Dataset entries
========

@_xw.func(category='joulebook · Humid air')
@_xw.arg('P_1', ndim=2, err_to_str=True, doc="absolute pressure of the intake air [number or range; pressure in the units argument's unit (kPa by default)]")
@_xw.arg('T_1', ndim=2, err_to_str=True, doc="temperature of the intake air [number or range; temperature in the units argument's unit (K by default)]")
@_xw.arg('RH_1', ndim=2, err_to_str=True, doc='relative humidity of the intake air, 0 to 1 [number or range]')
@_xw.arg('P_2', ndim=2, err_to_str=True, doc="absolute pressure in the receiver [number or range; pressure in the units argument's unit (kPa by default)]")
@_xw.arg('T_2', ndim=2, err_to_str=True, doc="temperature in the receiver [number or range; temperature in the units argument's unit (K by default)]")
@_xw.arg('V_2', ndim=2, err_to_str=True, doc="receiver volume [number or range; volume in the units argument's unit (m3 by default)]")
@_xw.arg('units', ndim=2, err_to_str=True, doc="unit system of numbers without a written unit: K-kPa-kJ (default), K-Pa-J, degC-bar-kJ, degF-psia-Btu, R-psia-Btu, or overrides like 'P=psig, V=L' (optional) [text]")
def JB_HUMID_CONDENSATE(P_1, T_1, RH_1, P_2, T_2, V_2, units=None, caller=None):
    'Water condensed in a compressed-air receiver of volume V_2 at (P_2, T_2) from air taken in at (P_1, T_1, RH_1): m_da·max(0, HR1 − HR_sat2), real humid air (RP-1485).'
    return _cell('JB_HUMID_CONDENSATE', P_1, T_1, RH_1, P_2, T_2, V_2, units, caller=caller)


@_xw.func(category='joulebook · States and real-fluid properties')
@_xw.arg('substance', ndim=2, err_to_str=True, doc="fluid name (water, air, R134a, CO2 …; 'water (IF97)' for the industrial formulation) or a state text from JB_STATE [text]")
@_xw.arg('coordinates', ndim=2, err_to_str=True, doc='T-s, P-v, P-h or h-s (y–x) [text]')
@_xw.arg('points', ndim=2, err_to_str=True, doc='points on each side, 2 to 1000 (default 11) (optional) [number or range]')
@_xw.arg('units', ndim=2, err_to_str=True, doc="unit system of numbers without a written unit: K-kPa-kJ (default), K-Pa-J, degC-bar-kJ, degF-psia-Btu, R-psia-Btu, or overrides like 'P=psig, V=L' (optional) [text]")
def JB_CHART_DOME(substance, coordinates, points=None, units=None, caller=None):
    'The saturation dome of a real fluid as a spilled two-column table for a native chart: T-s, P-v, P-h or h-s, up the liquid line to the critical point and down the vapour line.'
    return _cell('JB_CHART_DOME', substance, coordinates, points, units, caller=caller)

========

### TASK REQUIREMENTS
Restate all entries above verbatim.

### WRITTEN RESPONSE
@_xw.func(category='joulebook · Humid air')
@_xw.arg('P_1', ndim=2, err_to_str=True, doc="absolute pressure of the intake air [number or range; pressure in the units argument's unit (kPa by default)]")
@_xw.arg('T_1', ndim=2, err_to_str=True, doc="temperature of the intake air [number or range; temperature in the units argument's unit (K by default)]")
@_xw.arg('RH_1', ndim=2, err_to_str=True, doc='relative humidity of the intake air, 0 to 1 [number or range]')
@_xw.arg('P_2', ndim=2, err_to_str=True, doc="absolute pressure in the receiver [number or range; pressure in the units argument's unit (kPa by default)]")
@_xw.arg('T_2', ndim=2, err_to_str=True, doc="temperature in the receiver [number or range; temperature in the units argument's unit (K by default)]")
@_xw.arg('V_2', ndim=2, err_to_str=True, doc="receiver volume [number or range; volume in the units argument's unit (m3 by default)]")
@_xw.arg('units', ndim=2, err_to_str=True, doc="unit system of numbers without a written unit: K-kPa-kJ (default), K-Pa-J, degC-bar-kJ, degF-psia-Btu, R-psia-Btu, or overrides like 'P=psig, V=L' (optional) [text]")
def JB_HUMID_CONDENSATE(P_1, T_1, RH_1, P_2, T_2, V_2, units=None, caller=None):
    'Water condensed in a compressed-air receiver of volume V_2 at (P_2, T_2) from air taken in at (P_1, T_1, RH_1): m_da·max(0, HR1 − HR_sat2), real humid air (RP-1485).'
    return _cell('JB_HUMID_CONDENSATE', P_1, T_1, RH_1, P_2, T_2, V_2, units, caller=caller)


@_xw.func(category='joulebook · States and real-fluid properties')
@_xw.arg('substance', ndim=2, err_to_str=True, doc="fluid name (water, air, R134a, CO2 …; 'water (IF97)' for the industrial formulation) or a state text from JB_STATE [text]")
@_xw.arg('coordinates', ndim=2, err_to_str=True, doc='T-s, P-v, P-h or h-s (y–x) [text]')
@_xw.arg('points', ndim=2, err_to_str=True, doc='points on each side, 2 to 1000 (default 11) (optional) [number or range]')
@_xw.arg('units', ndim=2, err_to_str=True, doc="unit system of numbers without a written unit: K-kPa-kJ (default), K-Pa-J, degC-bar-kJ, degF-psia-Btu, R-psia-Btu, or overrides like 'P=psig, V=L' (optional) [text]")
def JB_CHART_DOME(substance, coordinates, points=None, units=None, caller=None):
    'The saturation dome of a real fluid as a spilled two-column table for a native chart: T-s, P-v, P-h or h-s, up the liquid line to the critical point and down the vapour line.'
    return _cell('JB_CHART_DOME', substance, coordinates, points, units, caller=caller)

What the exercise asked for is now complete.